(Task) Collect all lines below with the string "statSync".

(Provided records)
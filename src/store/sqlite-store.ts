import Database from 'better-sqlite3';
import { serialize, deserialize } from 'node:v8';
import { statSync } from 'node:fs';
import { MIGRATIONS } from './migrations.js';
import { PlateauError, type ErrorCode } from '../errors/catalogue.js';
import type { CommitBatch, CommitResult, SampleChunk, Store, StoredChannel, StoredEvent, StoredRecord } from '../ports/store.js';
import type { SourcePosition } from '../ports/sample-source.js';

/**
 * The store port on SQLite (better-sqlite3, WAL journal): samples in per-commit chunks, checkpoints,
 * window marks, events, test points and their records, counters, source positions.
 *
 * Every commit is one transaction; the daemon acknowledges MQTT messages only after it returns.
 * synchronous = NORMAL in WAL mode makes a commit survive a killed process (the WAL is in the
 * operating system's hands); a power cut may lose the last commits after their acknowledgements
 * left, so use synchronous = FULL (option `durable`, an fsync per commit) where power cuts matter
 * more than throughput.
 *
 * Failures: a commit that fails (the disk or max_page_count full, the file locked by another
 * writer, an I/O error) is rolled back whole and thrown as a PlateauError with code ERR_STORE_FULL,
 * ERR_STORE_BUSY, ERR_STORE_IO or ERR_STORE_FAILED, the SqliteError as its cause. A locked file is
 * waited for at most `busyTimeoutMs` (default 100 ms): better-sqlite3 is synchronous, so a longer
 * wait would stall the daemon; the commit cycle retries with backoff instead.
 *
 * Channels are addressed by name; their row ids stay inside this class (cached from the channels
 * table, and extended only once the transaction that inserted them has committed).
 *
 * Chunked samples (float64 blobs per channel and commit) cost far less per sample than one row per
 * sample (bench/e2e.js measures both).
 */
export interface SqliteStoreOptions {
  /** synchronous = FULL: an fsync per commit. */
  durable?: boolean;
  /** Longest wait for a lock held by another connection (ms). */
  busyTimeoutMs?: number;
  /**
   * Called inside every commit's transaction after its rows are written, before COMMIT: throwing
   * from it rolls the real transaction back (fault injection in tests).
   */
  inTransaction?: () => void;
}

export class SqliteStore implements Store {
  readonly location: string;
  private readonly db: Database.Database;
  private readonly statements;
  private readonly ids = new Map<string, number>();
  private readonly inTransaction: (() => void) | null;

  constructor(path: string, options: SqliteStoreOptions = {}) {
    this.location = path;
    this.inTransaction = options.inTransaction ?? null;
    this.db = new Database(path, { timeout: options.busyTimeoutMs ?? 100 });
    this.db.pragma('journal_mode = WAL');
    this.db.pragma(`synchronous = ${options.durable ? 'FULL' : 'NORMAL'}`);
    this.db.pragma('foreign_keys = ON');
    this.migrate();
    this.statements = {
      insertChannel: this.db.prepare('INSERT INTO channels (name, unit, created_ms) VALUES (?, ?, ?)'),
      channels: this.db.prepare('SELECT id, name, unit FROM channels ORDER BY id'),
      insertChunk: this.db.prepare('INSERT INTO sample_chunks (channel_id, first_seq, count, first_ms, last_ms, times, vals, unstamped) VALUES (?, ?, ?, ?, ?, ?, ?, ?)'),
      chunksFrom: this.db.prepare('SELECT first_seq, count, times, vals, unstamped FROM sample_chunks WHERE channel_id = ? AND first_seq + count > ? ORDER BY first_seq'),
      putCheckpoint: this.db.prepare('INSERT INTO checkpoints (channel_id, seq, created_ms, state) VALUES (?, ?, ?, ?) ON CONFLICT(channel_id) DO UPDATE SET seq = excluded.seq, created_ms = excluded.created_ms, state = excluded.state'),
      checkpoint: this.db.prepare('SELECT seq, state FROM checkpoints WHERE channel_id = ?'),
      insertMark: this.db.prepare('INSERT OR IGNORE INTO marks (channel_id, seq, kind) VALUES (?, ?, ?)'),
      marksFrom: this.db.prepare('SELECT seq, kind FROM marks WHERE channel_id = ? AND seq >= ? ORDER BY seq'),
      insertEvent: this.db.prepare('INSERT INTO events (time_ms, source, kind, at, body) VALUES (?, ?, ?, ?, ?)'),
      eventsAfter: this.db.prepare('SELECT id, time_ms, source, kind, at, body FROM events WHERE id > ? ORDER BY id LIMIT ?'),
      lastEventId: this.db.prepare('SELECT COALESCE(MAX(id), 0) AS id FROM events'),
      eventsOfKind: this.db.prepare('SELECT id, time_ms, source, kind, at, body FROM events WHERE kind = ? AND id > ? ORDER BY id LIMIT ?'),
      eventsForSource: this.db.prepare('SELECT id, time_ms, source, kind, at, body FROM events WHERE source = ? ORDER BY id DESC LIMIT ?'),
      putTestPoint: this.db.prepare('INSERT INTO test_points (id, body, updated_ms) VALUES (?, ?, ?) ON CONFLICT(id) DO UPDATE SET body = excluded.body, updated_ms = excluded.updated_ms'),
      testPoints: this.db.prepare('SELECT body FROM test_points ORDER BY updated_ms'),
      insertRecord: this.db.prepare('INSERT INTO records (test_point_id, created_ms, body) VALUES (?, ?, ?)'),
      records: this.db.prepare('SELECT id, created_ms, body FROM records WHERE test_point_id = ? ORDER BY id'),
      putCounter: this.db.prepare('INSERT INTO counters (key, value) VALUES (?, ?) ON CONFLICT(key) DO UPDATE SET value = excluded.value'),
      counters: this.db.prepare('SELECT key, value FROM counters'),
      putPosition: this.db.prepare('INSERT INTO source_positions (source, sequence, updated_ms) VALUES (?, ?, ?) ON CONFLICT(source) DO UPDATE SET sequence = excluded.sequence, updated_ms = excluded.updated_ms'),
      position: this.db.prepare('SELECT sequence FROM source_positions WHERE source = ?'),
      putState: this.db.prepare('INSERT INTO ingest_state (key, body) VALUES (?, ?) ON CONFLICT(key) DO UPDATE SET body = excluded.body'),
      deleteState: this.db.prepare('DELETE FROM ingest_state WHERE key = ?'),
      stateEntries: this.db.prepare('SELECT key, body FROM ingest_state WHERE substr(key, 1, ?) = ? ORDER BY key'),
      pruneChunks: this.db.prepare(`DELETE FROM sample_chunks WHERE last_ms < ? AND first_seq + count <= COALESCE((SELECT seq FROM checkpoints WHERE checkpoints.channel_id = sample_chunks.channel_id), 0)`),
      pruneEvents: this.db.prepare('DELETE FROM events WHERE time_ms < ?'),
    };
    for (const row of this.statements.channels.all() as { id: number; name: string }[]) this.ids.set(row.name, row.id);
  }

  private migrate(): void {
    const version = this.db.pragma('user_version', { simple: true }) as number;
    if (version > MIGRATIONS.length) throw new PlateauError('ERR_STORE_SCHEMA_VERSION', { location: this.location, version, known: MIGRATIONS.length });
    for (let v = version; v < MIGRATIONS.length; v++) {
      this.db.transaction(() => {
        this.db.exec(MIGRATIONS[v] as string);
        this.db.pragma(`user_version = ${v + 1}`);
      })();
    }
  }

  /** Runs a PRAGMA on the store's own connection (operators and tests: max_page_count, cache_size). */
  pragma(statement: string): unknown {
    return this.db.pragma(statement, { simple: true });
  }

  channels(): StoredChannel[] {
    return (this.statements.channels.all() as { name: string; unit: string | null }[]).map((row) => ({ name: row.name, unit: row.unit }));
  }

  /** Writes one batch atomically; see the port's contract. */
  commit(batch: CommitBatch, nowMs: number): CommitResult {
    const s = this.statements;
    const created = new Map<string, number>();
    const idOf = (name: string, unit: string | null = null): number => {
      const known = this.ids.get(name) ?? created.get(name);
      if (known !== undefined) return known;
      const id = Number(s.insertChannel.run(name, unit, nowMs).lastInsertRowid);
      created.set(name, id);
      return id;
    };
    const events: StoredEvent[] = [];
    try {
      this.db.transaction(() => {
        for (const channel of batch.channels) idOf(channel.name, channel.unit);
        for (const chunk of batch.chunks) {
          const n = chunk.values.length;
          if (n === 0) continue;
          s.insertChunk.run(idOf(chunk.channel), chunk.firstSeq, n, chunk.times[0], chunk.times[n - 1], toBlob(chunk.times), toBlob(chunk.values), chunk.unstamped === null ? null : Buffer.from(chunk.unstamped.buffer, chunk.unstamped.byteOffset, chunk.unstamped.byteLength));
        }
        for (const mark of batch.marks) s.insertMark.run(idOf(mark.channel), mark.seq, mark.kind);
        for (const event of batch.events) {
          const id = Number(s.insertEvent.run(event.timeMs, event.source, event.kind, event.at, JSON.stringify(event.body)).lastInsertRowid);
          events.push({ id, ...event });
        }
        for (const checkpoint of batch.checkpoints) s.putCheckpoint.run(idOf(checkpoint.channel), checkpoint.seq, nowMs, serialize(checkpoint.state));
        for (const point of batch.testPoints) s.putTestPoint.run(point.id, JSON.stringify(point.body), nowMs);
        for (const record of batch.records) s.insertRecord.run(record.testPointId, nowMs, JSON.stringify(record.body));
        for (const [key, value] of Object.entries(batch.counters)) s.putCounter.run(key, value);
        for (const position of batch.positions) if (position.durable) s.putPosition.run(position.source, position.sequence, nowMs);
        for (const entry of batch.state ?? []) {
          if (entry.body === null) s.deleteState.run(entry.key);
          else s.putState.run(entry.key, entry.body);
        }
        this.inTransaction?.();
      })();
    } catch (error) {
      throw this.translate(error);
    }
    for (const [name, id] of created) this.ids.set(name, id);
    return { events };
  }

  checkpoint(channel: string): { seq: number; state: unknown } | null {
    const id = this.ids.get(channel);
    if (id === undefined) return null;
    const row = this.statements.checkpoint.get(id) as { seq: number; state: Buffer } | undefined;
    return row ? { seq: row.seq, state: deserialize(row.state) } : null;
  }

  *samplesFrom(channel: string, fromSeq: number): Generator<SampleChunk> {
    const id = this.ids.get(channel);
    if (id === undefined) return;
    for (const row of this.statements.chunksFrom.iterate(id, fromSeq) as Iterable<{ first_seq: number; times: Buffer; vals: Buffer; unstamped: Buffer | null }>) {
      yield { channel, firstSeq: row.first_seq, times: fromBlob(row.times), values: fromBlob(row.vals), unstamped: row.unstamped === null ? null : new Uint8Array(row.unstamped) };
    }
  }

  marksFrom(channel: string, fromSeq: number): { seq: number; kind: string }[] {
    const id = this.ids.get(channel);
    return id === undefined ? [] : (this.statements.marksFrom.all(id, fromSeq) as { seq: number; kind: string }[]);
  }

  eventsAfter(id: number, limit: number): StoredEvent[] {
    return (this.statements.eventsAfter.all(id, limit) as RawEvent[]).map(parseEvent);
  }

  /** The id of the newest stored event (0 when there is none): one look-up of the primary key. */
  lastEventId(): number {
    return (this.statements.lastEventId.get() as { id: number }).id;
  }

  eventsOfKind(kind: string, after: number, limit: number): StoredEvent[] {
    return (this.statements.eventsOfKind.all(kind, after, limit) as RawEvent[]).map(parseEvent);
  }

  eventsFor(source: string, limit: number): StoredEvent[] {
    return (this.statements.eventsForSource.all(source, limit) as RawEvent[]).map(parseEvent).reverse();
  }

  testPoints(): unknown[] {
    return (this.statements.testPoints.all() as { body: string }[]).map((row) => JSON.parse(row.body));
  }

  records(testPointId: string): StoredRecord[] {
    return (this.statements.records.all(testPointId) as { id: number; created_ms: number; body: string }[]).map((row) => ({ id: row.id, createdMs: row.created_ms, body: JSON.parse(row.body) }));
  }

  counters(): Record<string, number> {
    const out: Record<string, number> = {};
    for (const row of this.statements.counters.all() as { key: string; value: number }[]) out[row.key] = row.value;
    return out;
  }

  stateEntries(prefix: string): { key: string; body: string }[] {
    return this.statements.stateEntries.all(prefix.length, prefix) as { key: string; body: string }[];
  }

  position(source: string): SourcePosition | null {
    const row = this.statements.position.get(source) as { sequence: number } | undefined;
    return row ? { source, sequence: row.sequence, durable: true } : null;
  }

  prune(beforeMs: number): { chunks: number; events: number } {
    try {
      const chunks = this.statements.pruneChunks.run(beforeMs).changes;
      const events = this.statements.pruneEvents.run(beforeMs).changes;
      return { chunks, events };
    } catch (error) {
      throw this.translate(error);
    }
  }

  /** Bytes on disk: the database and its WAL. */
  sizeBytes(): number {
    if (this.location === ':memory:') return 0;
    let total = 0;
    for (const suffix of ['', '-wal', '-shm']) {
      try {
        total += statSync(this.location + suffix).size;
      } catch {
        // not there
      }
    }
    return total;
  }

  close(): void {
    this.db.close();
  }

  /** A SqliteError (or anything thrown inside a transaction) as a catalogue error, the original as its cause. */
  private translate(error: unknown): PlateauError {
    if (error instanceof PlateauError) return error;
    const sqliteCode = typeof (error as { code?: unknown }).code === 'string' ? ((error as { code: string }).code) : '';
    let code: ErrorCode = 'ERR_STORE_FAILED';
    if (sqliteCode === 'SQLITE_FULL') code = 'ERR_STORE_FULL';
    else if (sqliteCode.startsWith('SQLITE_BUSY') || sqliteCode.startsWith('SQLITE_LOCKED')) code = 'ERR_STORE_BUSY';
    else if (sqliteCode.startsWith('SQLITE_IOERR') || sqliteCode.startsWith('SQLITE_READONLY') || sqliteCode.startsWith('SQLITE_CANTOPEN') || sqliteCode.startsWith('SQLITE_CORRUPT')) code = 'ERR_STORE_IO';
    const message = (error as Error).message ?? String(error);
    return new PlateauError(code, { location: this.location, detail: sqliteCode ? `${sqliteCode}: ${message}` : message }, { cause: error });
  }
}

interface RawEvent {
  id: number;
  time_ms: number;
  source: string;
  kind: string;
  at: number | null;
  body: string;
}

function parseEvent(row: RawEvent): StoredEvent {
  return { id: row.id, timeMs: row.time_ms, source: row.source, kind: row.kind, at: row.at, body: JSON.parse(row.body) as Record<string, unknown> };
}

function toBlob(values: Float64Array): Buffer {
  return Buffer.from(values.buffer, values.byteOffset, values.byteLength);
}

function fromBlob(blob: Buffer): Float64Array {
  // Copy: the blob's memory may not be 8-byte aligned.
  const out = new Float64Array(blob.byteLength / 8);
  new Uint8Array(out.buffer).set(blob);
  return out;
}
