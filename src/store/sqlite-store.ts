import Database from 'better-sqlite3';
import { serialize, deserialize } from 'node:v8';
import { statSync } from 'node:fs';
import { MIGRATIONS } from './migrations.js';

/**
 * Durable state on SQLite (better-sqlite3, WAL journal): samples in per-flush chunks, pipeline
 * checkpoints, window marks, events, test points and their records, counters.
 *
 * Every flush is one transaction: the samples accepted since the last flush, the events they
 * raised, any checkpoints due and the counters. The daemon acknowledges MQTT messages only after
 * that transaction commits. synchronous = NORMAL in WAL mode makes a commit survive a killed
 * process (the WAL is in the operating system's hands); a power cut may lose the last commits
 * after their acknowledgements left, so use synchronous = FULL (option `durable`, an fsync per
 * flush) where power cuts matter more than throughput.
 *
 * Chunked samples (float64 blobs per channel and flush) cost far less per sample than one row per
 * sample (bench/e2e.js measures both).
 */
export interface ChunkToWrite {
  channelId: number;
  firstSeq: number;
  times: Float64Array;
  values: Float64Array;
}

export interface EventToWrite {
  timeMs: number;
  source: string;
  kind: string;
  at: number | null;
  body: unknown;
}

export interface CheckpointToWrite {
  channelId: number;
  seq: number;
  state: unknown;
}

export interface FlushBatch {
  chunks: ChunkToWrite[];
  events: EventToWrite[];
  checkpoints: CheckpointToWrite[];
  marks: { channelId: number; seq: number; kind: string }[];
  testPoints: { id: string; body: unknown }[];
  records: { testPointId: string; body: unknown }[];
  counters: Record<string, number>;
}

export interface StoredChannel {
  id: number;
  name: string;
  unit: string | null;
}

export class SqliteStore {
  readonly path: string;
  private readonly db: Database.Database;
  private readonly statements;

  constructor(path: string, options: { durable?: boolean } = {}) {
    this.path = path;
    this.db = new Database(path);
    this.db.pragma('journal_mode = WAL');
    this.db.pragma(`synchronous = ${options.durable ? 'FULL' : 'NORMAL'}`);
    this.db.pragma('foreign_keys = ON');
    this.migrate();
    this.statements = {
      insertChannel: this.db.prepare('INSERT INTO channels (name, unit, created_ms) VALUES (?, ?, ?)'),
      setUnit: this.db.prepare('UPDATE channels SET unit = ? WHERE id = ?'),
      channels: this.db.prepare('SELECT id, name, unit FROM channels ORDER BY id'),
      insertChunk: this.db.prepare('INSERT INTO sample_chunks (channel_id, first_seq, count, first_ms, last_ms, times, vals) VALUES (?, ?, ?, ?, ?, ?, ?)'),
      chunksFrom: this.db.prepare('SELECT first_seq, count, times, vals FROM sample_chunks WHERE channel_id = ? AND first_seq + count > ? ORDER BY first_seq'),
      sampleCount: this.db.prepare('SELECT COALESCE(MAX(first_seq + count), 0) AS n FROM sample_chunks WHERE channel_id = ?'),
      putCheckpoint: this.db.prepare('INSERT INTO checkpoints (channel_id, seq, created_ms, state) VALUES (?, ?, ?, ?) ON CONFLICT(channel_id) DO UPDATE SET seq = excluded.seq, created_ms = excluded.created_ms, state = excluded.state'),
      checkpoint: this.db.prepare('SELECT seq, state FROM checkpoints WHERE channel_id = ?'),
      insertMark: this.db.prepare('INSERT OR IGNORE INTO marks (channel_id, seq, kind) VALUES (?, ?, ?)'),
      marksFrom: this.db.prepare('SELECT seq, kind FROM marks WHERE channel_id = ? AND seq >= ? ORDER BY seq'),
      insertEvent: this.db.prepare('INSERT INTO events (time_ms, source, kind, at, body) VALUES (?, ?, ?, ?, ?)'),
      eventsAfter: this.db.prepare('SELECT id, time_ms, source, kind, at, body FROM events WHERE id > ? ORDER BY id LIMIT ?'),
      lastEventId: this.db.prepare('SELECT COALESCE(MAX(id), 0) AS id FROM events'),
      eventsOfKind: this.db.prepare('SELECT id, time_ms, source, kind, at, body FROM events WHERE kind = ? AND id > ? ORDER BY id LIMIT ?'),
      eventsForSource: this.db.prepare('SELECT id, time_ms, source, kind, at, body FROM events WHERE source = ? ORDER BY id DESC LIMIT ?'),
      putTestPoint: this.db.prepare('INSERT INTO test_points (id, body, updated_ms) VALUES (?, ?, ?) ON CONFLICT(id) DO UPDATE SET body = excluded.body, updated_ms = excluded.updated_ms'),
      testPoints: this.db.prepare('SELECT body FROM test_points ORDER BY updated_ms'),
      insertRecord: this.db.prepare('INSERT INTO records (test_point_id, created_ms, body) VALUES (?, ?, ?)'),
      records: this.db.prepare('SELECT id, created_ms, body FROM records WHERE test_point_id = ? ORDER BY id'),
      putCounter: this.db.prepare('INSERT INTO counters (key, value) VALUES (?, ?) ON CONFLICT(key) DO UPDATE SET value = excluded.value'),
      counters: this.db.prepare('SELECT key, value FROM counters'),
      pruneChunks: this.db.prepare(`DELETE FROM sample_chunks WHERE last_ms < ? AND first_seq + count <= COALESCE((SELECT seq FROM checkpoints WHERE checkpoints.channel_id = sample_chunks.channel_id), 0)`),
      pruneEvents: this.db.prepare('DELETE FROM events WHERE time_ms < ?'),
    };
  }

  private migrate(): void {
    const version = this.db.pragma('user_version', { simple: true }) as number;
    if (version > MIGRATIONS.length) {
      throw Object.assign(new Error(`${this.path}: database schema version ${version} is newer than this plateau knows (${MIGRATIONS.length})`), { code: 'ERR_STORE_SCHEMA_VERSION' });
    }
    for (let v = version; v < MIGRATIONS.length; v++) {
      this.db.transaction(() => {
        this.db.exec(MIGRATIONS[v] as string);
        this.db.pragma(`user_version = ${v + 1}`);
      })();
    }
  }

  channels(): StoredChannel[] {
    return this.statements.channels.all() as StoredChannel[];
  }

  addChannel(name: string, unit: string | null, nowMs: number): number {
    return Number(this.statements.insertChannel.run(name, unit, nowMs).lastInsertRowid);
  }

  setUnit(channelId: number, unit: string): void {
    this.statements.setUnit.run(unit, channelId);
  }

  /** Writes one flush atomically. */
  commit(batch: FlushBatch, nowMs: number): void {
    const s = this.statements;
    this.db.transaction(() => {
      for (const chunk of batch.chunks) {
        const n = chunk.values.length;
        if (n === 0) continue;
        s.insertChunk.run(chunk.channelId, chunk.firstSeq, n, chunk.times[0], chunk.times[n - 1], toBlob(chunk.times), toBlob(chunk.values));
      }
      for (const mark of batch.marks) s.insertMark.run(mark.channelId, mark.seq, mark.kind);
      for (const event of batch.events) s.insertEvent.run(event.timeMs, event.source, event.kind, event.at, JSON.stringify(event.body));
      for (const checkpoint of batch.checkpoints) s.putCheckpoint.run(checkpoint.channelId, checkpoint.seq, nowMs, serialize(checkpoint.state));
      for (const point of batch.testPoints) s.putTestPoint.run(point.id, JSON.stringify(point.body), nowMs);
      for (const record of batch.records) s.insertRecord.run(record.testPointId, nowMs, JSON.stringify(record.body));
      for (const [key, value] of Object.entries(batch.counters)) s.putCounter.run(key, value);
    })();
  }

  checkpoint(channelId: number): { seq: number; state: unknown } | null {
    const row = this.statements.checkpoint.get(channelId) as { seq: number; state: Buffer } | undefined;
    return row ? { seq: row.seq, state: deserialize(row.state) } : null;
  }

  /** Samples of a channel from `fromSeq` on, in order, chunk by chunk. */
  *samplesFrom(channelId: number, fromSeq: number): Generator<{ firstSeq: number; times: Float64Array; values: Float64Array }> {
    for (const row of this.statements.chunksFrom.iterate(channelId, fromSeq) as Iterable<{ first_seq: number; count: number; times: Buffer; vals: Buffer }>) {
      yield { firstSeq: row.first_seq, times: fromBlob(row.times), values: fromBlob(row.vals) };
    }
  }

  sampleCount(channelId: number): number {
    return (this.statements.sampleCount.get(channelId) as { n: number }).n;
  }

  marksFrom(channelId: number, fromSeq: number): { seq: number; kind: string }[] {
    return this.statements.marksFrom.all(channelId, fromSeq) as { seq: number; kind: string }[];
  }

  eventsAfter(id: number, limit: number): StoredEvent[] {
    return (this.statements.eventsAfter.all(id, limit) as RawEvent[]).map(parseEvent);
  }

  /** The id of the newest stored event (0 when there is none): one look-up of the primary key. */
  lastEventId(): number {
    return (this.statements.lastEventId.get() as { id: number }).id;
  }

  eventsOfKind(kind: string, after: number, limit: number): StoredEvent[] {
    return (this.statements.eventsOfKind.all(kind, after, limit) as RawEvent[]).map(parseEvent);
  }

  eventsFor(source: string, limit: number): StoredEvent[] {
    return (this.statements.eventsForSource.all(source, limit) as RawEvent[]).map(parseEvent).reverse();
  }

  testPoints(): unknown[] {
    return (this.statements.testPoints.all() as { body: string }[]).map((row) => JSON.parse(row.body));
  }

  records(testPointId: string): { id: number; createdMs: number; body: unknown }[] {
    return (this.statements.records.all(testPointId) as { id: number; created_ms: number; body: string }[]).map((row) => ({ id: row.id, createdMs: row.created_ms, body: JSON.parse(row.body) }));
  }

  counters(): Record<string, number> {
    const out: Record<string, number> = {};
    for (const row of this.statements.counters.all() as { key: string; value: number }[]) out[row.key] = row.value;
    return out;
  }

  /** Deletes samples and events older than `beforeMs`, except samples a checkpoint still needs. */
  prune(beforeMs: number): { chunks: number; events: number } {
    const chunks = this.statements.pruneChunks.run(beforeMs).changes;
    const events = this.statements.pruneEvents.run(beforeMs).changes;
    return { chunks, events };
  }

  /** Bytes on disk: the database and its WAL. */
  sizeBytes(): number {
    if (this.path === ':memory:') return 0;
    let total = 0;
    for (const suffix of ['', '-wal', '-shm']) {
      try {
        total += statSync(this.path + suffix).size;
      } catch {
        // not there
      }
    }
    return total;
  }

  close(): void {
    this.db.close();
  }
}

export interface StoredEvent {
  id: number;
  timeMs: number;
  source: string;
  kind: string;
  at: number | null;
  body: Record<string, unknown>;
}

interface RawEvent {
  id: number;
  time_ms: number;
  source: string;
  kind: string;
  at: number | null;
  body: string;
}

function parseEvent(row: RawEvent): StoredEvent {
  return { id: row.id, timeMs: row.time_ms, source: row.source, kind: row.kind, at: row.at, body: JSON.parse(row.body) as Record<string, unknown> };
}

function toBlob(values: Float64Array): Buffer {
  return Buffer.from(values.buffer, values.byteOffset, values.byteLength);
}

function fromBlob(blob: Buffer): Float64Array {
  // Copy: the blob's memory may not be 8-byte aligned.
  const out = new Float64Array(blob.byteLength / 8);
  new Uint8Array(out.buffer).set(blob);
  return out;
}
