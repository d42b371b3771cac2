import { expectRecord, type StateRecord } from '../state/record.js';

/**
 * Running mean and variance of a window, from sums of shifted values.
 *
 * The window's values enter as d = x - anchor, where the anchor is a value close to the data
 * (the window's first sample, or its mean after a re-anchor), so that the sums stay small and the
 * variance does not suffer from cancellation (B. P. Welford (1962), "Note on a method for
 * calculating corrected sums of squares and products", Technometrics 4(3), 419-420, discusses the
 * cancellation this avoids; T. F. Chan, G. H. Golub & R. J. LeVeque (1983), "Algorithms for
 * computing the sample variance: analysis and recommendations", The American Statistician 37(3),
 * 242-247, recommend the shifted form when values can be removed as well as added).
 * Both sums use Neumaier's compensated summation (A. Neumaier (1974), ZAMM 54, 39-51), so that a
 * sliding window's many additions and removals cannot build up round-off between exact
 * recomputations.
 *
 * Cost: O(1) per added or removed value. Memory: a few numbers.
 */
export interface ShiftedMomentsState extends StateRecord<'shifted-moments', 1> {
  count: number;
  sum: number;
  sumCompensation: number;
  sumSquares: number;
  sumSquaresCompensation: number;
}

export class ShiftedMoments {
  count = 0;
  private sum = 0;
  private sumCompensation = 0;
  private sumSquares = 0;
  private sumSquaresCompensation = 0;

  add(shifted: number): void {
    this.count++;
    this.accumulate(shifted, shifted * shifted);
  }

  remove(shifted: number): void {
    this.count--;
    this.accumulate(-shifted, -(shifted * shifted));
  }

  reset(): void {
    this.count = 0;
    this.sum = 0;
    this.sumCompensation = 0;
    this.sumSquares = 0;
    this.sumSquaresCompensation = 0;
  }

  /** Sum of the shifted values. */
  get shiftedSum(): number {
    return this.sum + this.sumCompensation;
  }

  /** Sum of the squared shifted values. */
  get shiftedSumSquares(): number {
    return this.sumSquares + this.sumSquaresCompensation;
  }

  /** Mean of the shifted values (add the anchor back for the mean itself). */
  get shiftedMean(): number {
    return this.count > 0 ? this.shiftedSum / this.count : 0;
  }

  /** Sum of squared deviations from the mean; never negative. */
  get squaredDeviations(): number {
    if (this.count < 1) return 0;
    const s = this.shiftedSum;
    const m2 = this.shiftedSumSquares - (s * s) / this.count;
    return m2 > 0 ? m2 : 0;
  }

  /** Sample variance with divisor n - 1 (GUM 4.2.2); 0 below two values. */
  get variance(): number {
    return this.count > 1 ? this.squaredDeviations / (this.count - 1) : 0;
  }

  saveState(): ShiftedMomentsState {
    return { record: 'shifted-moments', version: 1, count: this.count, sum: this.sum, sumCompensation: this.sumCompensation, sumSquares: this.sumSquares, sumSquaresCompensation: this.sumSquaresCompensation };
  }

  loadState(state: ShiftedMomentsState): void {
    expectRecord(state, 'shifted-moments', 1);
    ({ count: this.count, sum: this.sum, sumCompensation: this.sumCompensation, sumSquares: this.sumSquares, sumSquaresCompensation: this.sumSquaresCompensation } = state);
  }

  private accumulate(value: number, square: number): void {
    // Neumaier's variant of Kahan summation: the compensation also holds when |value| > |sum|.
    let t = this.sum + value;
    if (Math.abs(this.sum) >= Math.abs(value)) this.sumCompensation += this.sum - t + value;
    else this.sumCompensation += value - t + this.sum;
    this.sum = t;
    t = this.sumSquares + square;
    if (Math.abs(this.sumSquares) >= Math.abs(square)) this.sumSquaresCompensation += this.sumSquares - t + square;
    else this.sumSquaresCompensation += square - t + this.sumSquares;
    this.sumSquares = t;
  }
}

(Completed exercise)
import { statSync } from 'node:fs';
        total += statSync(this.location + suffix).size;
import { statSync } from 'node:fs';
        total += statSync(this.path + suffix).size;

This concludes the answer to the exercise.